2016
08.14

Sour Beers

Lately I have been experiencing a level of change in the beer industry. In my experience there are cycles and trends for beer and styles.
Over the past 5-7 years the biggest trend has been hoppy beer. Also mixing different styles for a different taste making a total different style.

For a long time there were just so many styles of beers. This changes every few years with the different recipes that are introduced, and popularity of that recipe.
One of the my favorite “Mash-ups” over the past couple of years has been the Belgian IPA. This would be a mash up of a typical India Pale Ale and a Belgian Blonde Ale.
The hoppiness taste and aroma fused with the banana and clove aromas are something that brings the best of both worlds into context.
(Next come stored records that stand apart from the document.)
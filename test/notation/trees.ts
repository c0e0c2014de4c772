// Trees for the tests of this room: an arbitrary tree of the shape that reading gives, trees without their spans, and a
// small evaluator that shares nothing with the printers.

import fc from 'fast-check';
import { Coefficient } from '../../src/exact/coefficient.ts';
import { Quotient } from '../../src/exact/quotient.ts';
import { Rational } from '../../src/exact/rational.ts';
import type { OperatorName, Tree } from '../../src/notation/tree.ts';

const span = { start: 0, end: 0 };

/** A tree as nested arrays without spans, for comparison. */
export function shape(t: Tree): unknown {
  switch (t.kind) {
    case 'number':
      return t.value.toString();
    case 'symbol':
      return `symbol ${t.name}`;
    case 'operator':
      return `operator ${t.name} along ${t.axis}`;
    case 'apply':
      return ['apply', shape(t.operator), shape(t.operand)];
    case 'call':
      return ['call', t.name, ...t.args.map(shape)];
    case 'sum':
      return ['sum', ...t.terms.map(shape)];
    case 'negate':
      return ['negate', shape(t.operand)];
    case 'product':
      return ['product', ...t.factors.map(shape)];
    case 'quotient':
      return ['quotient', shape(t.numerator), shape(t.denominator)];
    case 'power':
      return ['power', shape(t.base), shape(t.exponent)];
  }
}

const natural = fc
  .oneof(fc.bigInt({ min: 0n, max: 12n }), fc.bigInt({ min: 10n ** 30n, max: 10n ** 31n }))
  .map((n): Tree => ({ kind: 'number', value: Rational.of(n), span }));
const decimal = fc
  .tuple(fc.bigInt({ min: 0n, max: 99999n }), fc.integer({ min: 1, max: 6 }))
  .map(([n, k]): Tree => ({ kind: 'number', value: Rational.of(n, 10n ** BigInt(k)), span }));
const symbol = fc
  .constantFrom('a', 'b', 'x', 'phi', 'psi', 'mu0', 'beta', 'pi', 'pi_phi', 'J_1', 'Lx', 'Gamma')
  .map((name): Tree => ({ kind: 'symbol', name, span }));
const elementary = fc
  .tuple(
    fc.constantFrom<OperatorName>('T', 'Delta', 'Deltab', 'Deltac', 'd'),
    fc.constantFrom('x', 'y', 'tau'),
  )
  .map(([name, axis]): Tree => ({ kind: 'operator', name, axis, span }));

/** Arbitrary scalar and operator-valued trees of the shape that readTree and readOperator give: numbers are decimals
 *  ≥ 0, operators stand at the end of a product and act on scalars. */
export const arbitrary = fc.letrec<{ scalar: Tree; operator: Tree }>((tie) => {
  const scalars = (minLength: number) => fc.array(tie('scalar'), { minLength, maxLength: 3 });
  const negate = (of: fc.Arbitrary<Tree>) => of.map((operand): Tree => ({ kind: 'negate', operand, span }));
  const quotient = (of: fc.Arbitrary<Tree>) =>
    fc
      .tuple(of, tie('scalar'))
      .map(([numerator, denominator]): Tree => ({ kind: 'quotient', numerator, denominator, span }));
  const power = (of: fc.Arbitrary<Tree>) =>
    fc.tuple(of, tie('scalar')).map(([base, exponent]): Tree => ({ kind: 'power', base, exponent, span }));
  return {
    scalar: fc.oneof(
      { depthSize: 'small', withCrossShrink: true },
      symbol,
      natural,
      decimal,
      fc
        .tuple(tie('operator'), tie('scalar'))
        .map(([operator, operand]): Tree => ({ kind: 'apply', operator, operand, span })),
      fc
        .tuple(fc.constantFrom('cos', 'sqrt', 'exp'), tie('scalar'))
        .map(([name, argument]): Tree => ({ kind: 'call', name, args: [argument], span })),
      fc
        .tuple(fc.constantFrom('f', 'theta', 'delta_site'), scalars(1))
        .map(([name, args]): Tree => ({ kind: 'call', name, args, span })),
      scalars(2).map((terms): Tree => ({ kind: 'sum', terms, span })),
      scalars(2).map((factors): Tree => ({ kind: 'product', factors, span })),
      negate(tie('scalar')),
      quotient(tie('scalar')),
      power(tie('scalar')),
    ),
    operator: fc.oneof(
      { depthSize: 'small', withCrossShrink: true },
      elementary,
      fc.tuple(scalars(0), tie('operator'), scalars(1)).map(
        ([before, operator, after]): Tree => ({
          kind: 'sum',
          terms: [...before, operator, ...after],
          span,
        }),
      ),
      fc
        .tuple(scalars(0), fc.array(tie('operator'), { minLength: 2, maxLength: 3 }))
        .map(([before, operators]): Tree => ({ kind: 'product', factors: [...before, ...operators], span })),
      fc
        .tuple(scalars(1), tie('operator'))
        .map(([before, operator]): Tree => ({ kind: 'product', factors: [...before, operator], span })),
      negate(tie('operator')),
      quotient(tie('operator')),
      power(tie('operator')),
    ),
  };
});

/** Exact value of a tree without operators and fields, as a quotient of coefficients. */
export function exactValue(t: Tree): Quotient {
  switch (t.kind) {
    case 'number':
      return Quotient.of(Coefficient.rational(t.value));
    case 'symbol':
      return Quotient.of(Coefficient.symbol(t.name));
    case 'sum':
      return t.terms.map(exactValue).reduce((x, y) => x.add(y));
    case 'product':
      return t.factors.map(exactValue).reduce((x, y) => x.mul(y));
    case 'negate':
      return exactValue(t.operand).neg();
    case 'quotient':
      return exactValue(t.numerator).div(exactValue(t.denominator));
    case 'power':
      return root(exactValue(t.base), exactValue(t.exponent).asCoefficient!.asRational!);
    case 'call':
      if (t.name === 'sqrt') return root(exactValue(t.args[0]!), Rational.of(1, 2));
      throw new Error(`no exact value of ${t.name}`);
    default:
      throw new Error(`no exact value of ${t.kind}`);
  }
}

function root(base: Quotient, exponent: Rational): Quotient {
  const number = base.asCoefficient?.asRational;
  return number ? Quotient.of(Coefficient.root(number, exponent)) : base.pow(exponent);
}

/** Float value with operators taken as numbers that multiply; enough to see a misplaced bracket. */
export function floatValue(t: Tree, values: ReadonlyMap<string, number>): number {
  const at = (u: Tree): number => floatValue(u, values);
  switch (t.kind) {
    case 'number':
      return t.value.toNumber();
    case 'symbol':
      return values.get(t.name)!;
    case 'operator':
      return values.get(`${t.name}_${t.axis}`)!;
    case 'apply':
      return at(t.operator) * at(t.operand);
    case 'sum':
      return t.terms.map(at).reduce((x, y) => x + y);
    case 'product':
      return t.factors.map(at).reduce((x, y) => x * y);
    case 'negate':
      return -at(t.operand);
    case 'quotient':
      return at(t.numerator) / at(t.denominator);
    case 'power':
      return at(t.base) ** at(t.exponent);
    case 'call': {
      const args = t.args.map(at);
      const known = { cos: Math.cos, sqrt: Math.sqrt, exp: Math.exp }[t.name];
      return known ? known(args[0]!) : args.reduce((x, y, i) => x + (i + 2) * Math.sin(y), t.name.length);
    }
  }
}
This brings me to what I feel is the latest trend that has been happening recently. The sour trend. I know some of you may be scratching your head asking, “Sour? Doesn’t that mean something is wrong with the beer?” No, it does not. This process can happen naturally, but also is done on purpose too. There are many types of beers in the sour category. Some you may know are Kreik beers. Kreik beers usually have sour cherries in them. Lambics which use different types of fruits used such as peaches, apricots and raspberry’s. Also there is a Gueze, which is a type of Lambic beer in which it is blended young and old lambics together. One year old lambic and a two to three year old lambic and bottle fermented for a second time. This is going to give a dry cider-like, sour, musty, acetic acid, lactic acid taste. A very earthy taste if you will. Many times this will not have a lot of head in contrast to many bears that are not bottle conditioned. It will have head coming out of the bottle but will dissipate.
Other sour beers in America that are gaining popularity and you are seeing more are the Gose, Berliner Weise as well as the Flanders Red.
There are a few ways to sour a beer. souring by inoculating the wort with lactic acid bacteria before primary alcoholic fermentation. Also, introducing Lactobacillus bacteria to the beer. This is a fairly slow process. Flanders red ales are first fermented with usual brewers yeast, then placed into oak barrels to age and mature. The oak barrels contains the bacteria that will sour that ale. Many times the mature beers are introduced to a younger beer to taste. Then packaged.
American wild ales do not necessarily follow any specific parameters or guidelines within a style, so they can simply be used as a catch all of the American sours if they do not fit into one of the other traditional styles. A good example of that would be the Stone Brett IPA. This was an IPA brewed and bottle conditioned with the Brettanomyces which lives in the skins of fruits. This was bottled and advised to age 8-10 months or more. I recently had one of these beers which was dry, yet hoppy. Overall a great beer.

If you are a pretty seasoned beer drinker and are looking for something different or just plain good. Give some sour beers a try. I’m confident this will cure your hunger.
If you are a brewer you will certainly appreciate how much time, knowledge and love goes into these sour beers. They are perfect for cellaring in a cool dry place for years if you are into cellaring beers as well.